# Basic Jan. 11th 2005



## devoid (18 Nov 2004)

:dontpanic: So pumped! I will be there and just wanted to know who else is on there way. To all those still waiting hold on it will come! going 215 reg. force. :gunner: :tank: :fifty:


----------



## SigOp Guy (18 Nov 2004)

I'm a new member,  just joined today. I'll also be at basic on jan 11.. w00t, can't wait


----------



## Kevin_B (18 Nov 2004)

Yeah I'm going too. MOC 011


----------



## SigOp Guy (19 Nov 2004)

It may or may not be obvious, but I'm going 215 reg force as well   ;D   :threat:


----------



## devoid (19 Nov 2004)

lol well we'll have to meet up or something! Can't wait! I'm getting sworn in in dec. and will be private recruit on unpayed leave until jan. IS IT DEC. YET!?!


----------



## SigOp Guy (19 Nov 2004)

I'm getting sworn in on jan 5, i fly out to montreal on jan 9.. dunno why it's so long to get sworn in, but oh well


----------



## Goober (20 Nov 2004)

Because when you're sworn in, your on payroll I believe


----------



## devoid (21 Nov 2004)

I'll be on leave with out pay...


----------



## Kevin_B (8 Jan 2005)

Leaving for Montreal tomorrow morning! I'm so nervous ans excited at the same time!


----------



## Goober (11 Jan 2005)

Goober said:
			
		

> Because when you're sworn in, your on payroll I believe



I want to correct myself, after you swear in, you go on leave without pay until the day before you fly off to basic. They day you take your flight, is your first day with pay.

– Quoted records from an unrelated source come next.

"""The pnpguard command line, run as a subprocess like a user would."""

from __future__ import annotations

import json
import os
import subprocess
import sys
from pathlib import Path

import numpy as np
import pytest
import skimage.io

from pnpguard import phantoms
from pnpguard.cli import main

VERBS = ("benchmark", "check", "compare", "demo", "list", "recover", "report", "sweep")


def run(*args: str, cwd: Path | None = None) -> subprocess.CompletedProcess:
    """``python -m pnpguard.cli ARGS`` with one BLAS and one torch thread."""
    env = {**os.environ, "OPENBLAS_NUM_THREADS": "1", "OMP_NUM_THREADS": "1"}
    return subprocess.run(
        [sys.executable, "-m", "pnpguard.cli", *args],
        capture_output=True,
        check=False,
        text=True,
        cwd=cwd,
        env=env,
        timeout=300,
    )


def assert_usage_error(done: subprocess.CompletedProcess, *words: str) -> None:
    """Exit status 2, one line on stderr starting with 'pnpguard: error:', no traceback."""
    assert done.returncode == 2, done.stderr
    lines = done.stderr.strip().splitlines()
    assert len(lines) == 1, done.stderr
    assert lines[0].startswith("pnpguard: error:")
    assert "Traceback" not in done.stderr
    for word in words:
        assert word in lines[0], lines[0]


@pytest.fixture(scope="module")
def frame(tmp_path_factory) -> Path:
    """A 32 x 32 cells frame saved as an 8-bit PNG."""
    path = tmp_path_factory.mktemp("images") / "frame.png"
    image = phantoms.make_phantom("cells", (32, 32), seed=3)
    skimage.io.imsave(path, (255 * image).round().astype(np.uint8), check_contrast=False)
    return path


@pytest.fixture(scope="module")
def results(tmp_path_factory) -> Path:
    """A tiny benchmark result file written by the CLI."""
    path = tmp_path_factory.mktemp("bench") / "tiny.json"
    done = run(
        "benchmark", "quick", "--tasks", "superres-x2", "--methods", "bicubic", "tikhonov",
        "fb/gaussian", "--size", "32", "--max-iter", "10", "--output", str(path), "--no-progress",
    )
    assert done.returncode == 0, done.stderr
    assert "superres-x2" in done.stdout and str(path) in done.stdout
    return path


def test_help_lists_every_verb_and_each_verb_has_help(capsys):
    # The installed script and python -m pnpguard.cli share main().
    done = run("--help")
    assert done.returncode == 0
    for verb in VERBS:
        assert verb in done.stdout
    for verb in VERBS:
        with pytest.raises(SystemExit) as exit_info:
            main([verb, "--help"])
        assert exit_info.value.code == 0
        assert "usage: pnpguard " + verb in capsys.readouterr().out


def test_usage_error_in_a_subprocess_is_one_line_without_traceback():
    assert_usage_error(run("benchmark", "fastest"), "unknown suite", "quick")


def _usage_error(capsys, argv, *words):
    assert main(argv) == 2
    err = capsys.readouterr().err.strip().splitlines()
    assert len(err) == 1 and err[0].startswith("pnpguard: error:"), err
    for word in words:
        assert word in err[0], err[0]


@pytest.mark.parametrize(
    "argv, words",
    [
        ([], ["VERB"]),
        (["frobnicate"], ["invalid choice"]),
        (["benchmark", "--tasks", "superres-x3"], ["unknown task", "superres-x2"]),
        (["benchmark", "--threads", "0"], ["--threads", "from 1 to"]),
        (["demo", "--threads", "0"], ["--threads", "from 1 to"]),
        (["check", "wavelet", "x.png", "--threads", "-1"], ["--threads", "from 1 to"]),
        (["compare", "a.json"], ["required"]),
        (["compare", "a.json", "b.json"], ["does not exist"]),
        (["compare", "a.json", "b.json", "--aspects", "speed"], ["quality"]),
        (["report", "missing.json"], ["does not exist"]),
        (["list", "colours"], ["invalid choice"]),
        (["check", "wavelet", "missing.png"], ["does not exist"]),
    ],
)
def test_argument_mistakes(argv, words, capsys):
    _usage_error(capsys, argv, *words)


def test_check_names_and_images_mistakes(tmp_path, frame, capsys):
    _usage_error(capsys, ["check", "wavelets", str(frame)], "unknown shipped denoiser", "wavelet")
    _usage_error(capsys, ["check", "no_such_module:f", str(frame)], "cannot import module")
    _usage_error(capsys, ["check", "wavelet", str(frame), "--task", "ct-31-views"], "unknown task")
    odd = tmp_path / "odd.npy"
    np.save(odd, np.random.default_rng(0).random((33, 33)))
    _usage_error(capsys, ["check", "gaussian", str(odd), "--task", "superres-x2"], "divisible")
    text = tmp_path / "notes.txt"
    text.write_text("not an image")
    _usage_error(capsys, ["check", "gaussian", str(text)], "cannot read image")


def test_check_shipped_denoiser_prints_report_and_guarantees(frame):
    done = run("check", "wavelet", str(frame), "--task", "superres-x2")
    assert done.returncode == 0, done.stderr
    assert "verdict            PROVED" in done.stdout
    for algorithm in ("admm", "douglas_rachford", "forward_backward"):
        assert f"guarantee for {algorithm}" in done.stdout
    assert "Caution" not in done.stdout


def test_check_user_callable_from_the_current_directory(tmp_path, frame, capsys, monkeypatch):
    (tmp_path / "lab_filters.py").write_text("def halve(x):\n    return 0.5 * x\n\nnot_callable = 3\n")
    monkeypatch.chdir(tmp_path)
    assert main(["check", "lab_filters:halve", str(frame), "--budget", "20", "--task", "ct-30-views"]) == 0
    out = capsys.readouterr().out
    assert "ESTIMATED" in out
    assert "Caution: a convergence guarantee is not a correctness guarantee" in out
    _usage_error(capsys, ["check", "lab_filters:missing", str(frame)], "no attribute")
    _usage_error(capsys, ["check", "lab_filters:not_callable", str(frame)],
                 "'lab_filters:not_callable' is an object of type int; expected a Denoiser")
    _usage_error(capsys, ["check", "os:path", str(frame)], "is an object of type module; expected")


def test_benchmark_compare_and_report(results, tmp_path):
    document = json.loads(results.read_text())
    assert {r["method"] for r in document["results"]} == {"bicubic", "tikhonov", "fb/gaussian"}
    assert results.with_suffix(".npz").is_file()
    assert main(["compare", str(results), str(results)]) == 0
    worse = tmp_path / "worse.json"
    target = next(r for r in document["results"] if r["method"] == "tikhonov")
    target["psnr"] -= 1.0
    worse.write_text(json.dumps(document))
    dropped = run("compare", str(results), str(worse))
    assert dropped.returncode == 1
    assert "REGRESSION" in dropped.stdout and "tikhonov" in dropped.stdout
    assert main(["report", str(results), "--output", str(tmp_path / "report")]) == 0
    text = (tmp_path / "report" / "report.md").read_text()
    assert "| tikhonov | baseline |" in text
    assert (tmp_path / "report" / "superres-x2-images.png").is_file()


def test_list_names(capsys):
    assert main(["list", "denoisers"]) == 0
    out = capsys.readouterr().out
    assert "wavelet" in out and "nlm" in out
    assert main(["list", "tasks"]) == 0
    assert "ct-limited-120deg" in capsys.readouterr().out
    assert main(["list", "algorithms"]) == 0  # read from the algorithm and route tables
    out = capsys.readouterr().out
    assert "douglas_rachford" in out and "firmly nonexpansive" in out and "proximal_gradient  pgd" in out


def test_check_gives_guarantees_for_the_chosen_algorithms_only(frame, capsys):
    assert main(["check", "wavelet", str(frame), "--task", "superres-x2", "--algorithms", "fb", "admm"]) == 0
    out = capsys.readouterr().out
    assert "guarantee for forward_backward" in out and "guarantee for admm" in out
    assert "douglas_rachford" not in out
    _usage_error(capsys, ["check", "wavelet", str(frame), "--algorithms", "gd"], "unknown `algorithm`")


def test_demo_verb_runs_the_demo_at_the_requested_size_and_seed(capsys):
    # The real demo, not a stand-in: the frame it prints is the one it built.
    assert main(["demo", "--size", "32", "--seed", "5"]) == 0
    out = capsys.readouterr().out
    assert "synthetic 32x32 frame of fluorescent cells (seed 5)" in out
    assert "128x128" not in out
    assert "non-local means" in out and "refused:" in out


def test_unknown_arguments_are_refused_with_what_the_verb_accepts(capsys):
    _usage_error(capsys, ["demo", "--bogus"], "unrecognized arguments: --bogus", "--size", "--seed")
    _usage_error(capsys, ["list", "tasks", "extra"], "unrecognized arguments: extra",
                 "usage: pnpguard list", "tasks")


def test_values_out_of_range_are_usage_errors(frame, tmp_path, capsys):
    _usage_error(capsys, ["check", "wavelet", str(frame), "--budget", "5"], "--budget", ">= 20", "'5'")
    _usage_error(capsys, ["check", "wavelet", str(frame), "--margin", "1"], "--margin", "[0, 1)")
    _usage_error(capsys, ["check", "nlm", str(frame), "--seed", str(2**64)], "--seed", "2**63")
    _usage_error(capsys, ["check", "nlm", str(frame), "--seed", "-1"], "--seed", "'-1'")
    _usage_error(capsys, ["check", "wavelet", str(tmp_path)], "is a directory")
    _usage_error(capsys, ["demo", "--size", "8"], "--size", ">= 16")
    _usage_error(capsys, ["benchmark", "--size", "8"], "--size", ">= 16")
    tiny = ["benchmark", "--tasks", "superres-x2", "--size", "32", "--max-iter", "3", "--no-images"]
    _usage_error(capsys, [*tiny, "--methods", "fb/nlm", "--check-budget", "5"], "--check-budget", ">= 20")
    _usage_error(capsys, [*tiny, "--methods", "bicubic", "--output", str(tmp_path)], "--output",
                 "is a directory")


def test_report_mistakes_with_files_are_usage_errors(results, tmp_path, capsys):
    taken = tmp_path / "taken"
    taken.write_text("")
    _usage_error(capsys, ["report", str(results), "--output", str(taken)], "cannot write", str(taken))
    # A result file whose saved images are damaged.
    copy = tmp_path / "copy.json"
    copy.write_text(results.read_text())
    (tmp_path / json.loads(results.read_text())["images"]).write_bytes(b"PK\x03\x04 truncated")
    _usage_error(capsys, ["report", str(copy), "--output", str(tmp_path / "out")],
                 "cannot read the images saved with", str(copy))


def test_thread_count_beyond_the_machine_is_refused_before_any_run(tmp_path):
    # A huge torch thread count crashes the interpreter (segmentation fault), hence a
    # subprocess: the command line must refuse it while parsing.
    done = run("benchmark", "--threads", "100000", "--tasks", "superres-x2", "--methods", "bicubic",
               "--size", "32", "--no-images", "--output", str(tmp_path / "out.json"))
    assert_usage_error(done, "--threads", f"1 to {os.cpu_count()}")


def test_list_tasks_is_a_table(capsys):
    from pnpguard.bench import get_task, task_names

    assert main(["list", "tasks"]) == 0
    lines = capsys.readouterr().out.rstrip("\n").splitlines()
    columns = ["task", "family", "forward model", "noise", "phantom"]
    starts = [lines[0].index(column) for column in columns]
    assert starts == sorted(starts)
    assert set(lines[1]) <= {"-", " "}
    rows = lines[2:]
    assert len(rows) == len(task_names())
    models = {}
    for row, name in zip(rows, task_names()):
        assert "{" not in row and "'" not in row
        cells = [row[a:b].strip() for a, b in zip(starts, [*starts[1:], None])]
        task = get_task(name)
        assert cells[0] == name and cells[1] == task.family and cells[4] == task.phantom
        assert cells[3] == f"{100 * task.noise:g} %"
        models[name] = cells[2]
    # The settings of one task per family, written out (bench/_tasks.py, TASKS).
    assert models["deblur-motion-1pct"] == "motion blur, length 7 px at 30 deg (9x9 kernel), periodic"
    assert models["deblur-gaussian-5pct"] == "Gaussian blur, sigma 1.6 px (9x9 kernel), periodic"
    assert models["inpaint-random80"] == "80 % of pixels missing at random"
    assert models["inpaint-rows-scratches"] == "10 % of rows missing, 4 scratches"
    assert models["superres-x4"] == "4x4 box average, subsampled by 4, periodic"
    assert models["ct-limited-120deg"] == "parallel beam, 60 views over 120 deg"


def test_help_version_and_list_usage_import_no_heavy_module():
    # The command line starts fast when the verbs that need torch, scikit-image,
    # matplotlib or dask are not run (the start time itself is measured by
    # benchmarks/bench_cli.py, never asserted).
    heavy = ("torch", "skimage", "matplotlib", "dask")
    probe = (
        "import sys; from pnpguard.cli import main\n"
        "for argv in (['--help'], ['--version'], ['list', '--help'], ['list']):\n"
        "    try:\n"
        "        main(argv)\n"
        "    except SystemExit:\n"
        "        pass\n"
        f"print(sorted(name for name in {heavy!r} if name in sys.modules))\n"
    )
    done = subprocess.run([sys.executable, "-c", probe], capture_output=True, text=True, timeout=300, check=False)
    assert done.returncode == 0, done.stderr
    assert done.stdout.strip().splitlines()[-1] == "[]"


def test_the_overview_lists_the_same_verbs_as_the_full_parser():
    from pnpguard.cli import build_parser, overview_parser

    def verbs(parser):
        (group,) = [action for action in parser._actions if action.dest == "verb"]
        return list(group.choices)

    assert verbs(overview_parser()) == verbs(build_parser()) and sorted(verbs(build_parser())) == sorted(VERBS)


def test_import_pnpguard_loads_the_api_on_first_use():
    probe = (
        "import sys, pnpguard\n"
        "print('torch' in sys.modules)\n"
        "print(callable(pnpguard.forward_backward), 'torch' in sys.modules, len(pnpguard.__all__) > 50)\n"
    )
    done = subprocess.run([sys.executable, "-c", probe], capture_output=True, text=True, timeout=300, check=False)
    assert done.returncode == 0, done.stderr
    assert done.stdout.split() == ["False", "True", "True", "True"]


def test_the_stored_list_tables_match_the_definitions():
    # `pnpguard list` prints tables stored in catalogue.json (no torch import); they must be
    # what the task, algorithm, route and denoiser definitions produce now.
    from pnpguard._catalogue import live_catalogue, read_catalogue

    assert read_catalogue() == live_catalogue(), "run `python -m pnpguard._catalogue` to rewrite catalogue.json"


def test_benchmark_adds_the_strength_rule_column(tmp_path, capsys):
    out = tmp_path / "rule.json"
    assert main(["benchmark", "quick", "--tasks", "deblur-gaussian-1pct", "--size", "32", "--max-iter", "10",
                 "--methods", "fb/tv", "--strength-rule", "discrepancy", "--no-images", "--no-progress",
                 "-o", str(out)]) == 0
    printed = capsys.readouterr().out
    assert "fb/tv@discrepancy picks" in printed and "from the best strength it tried" in printed
    assert "nan" not in printed and "no gap (some task lacks a successful PnP or baseline run)" in printed
    methods = {r["method"] for r in json.loads(out.read_text())["results"]}
    assert methods == {"fb/tv", "fb/tv@discrepancy"}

I just swore in today, filled out my will, signed my death benifits form and all that jazz  I'm pretty excited, can't wait for St. Jean.


----------



## SudsyNavy (12 Jan 2005)

hi i was sworn in Dec 17th and am currently on leave without pay until January 14th, my BMQ course starts January 18th St. Jean Quebec....im going in for Naval Weapons Tech.....

cheers


----------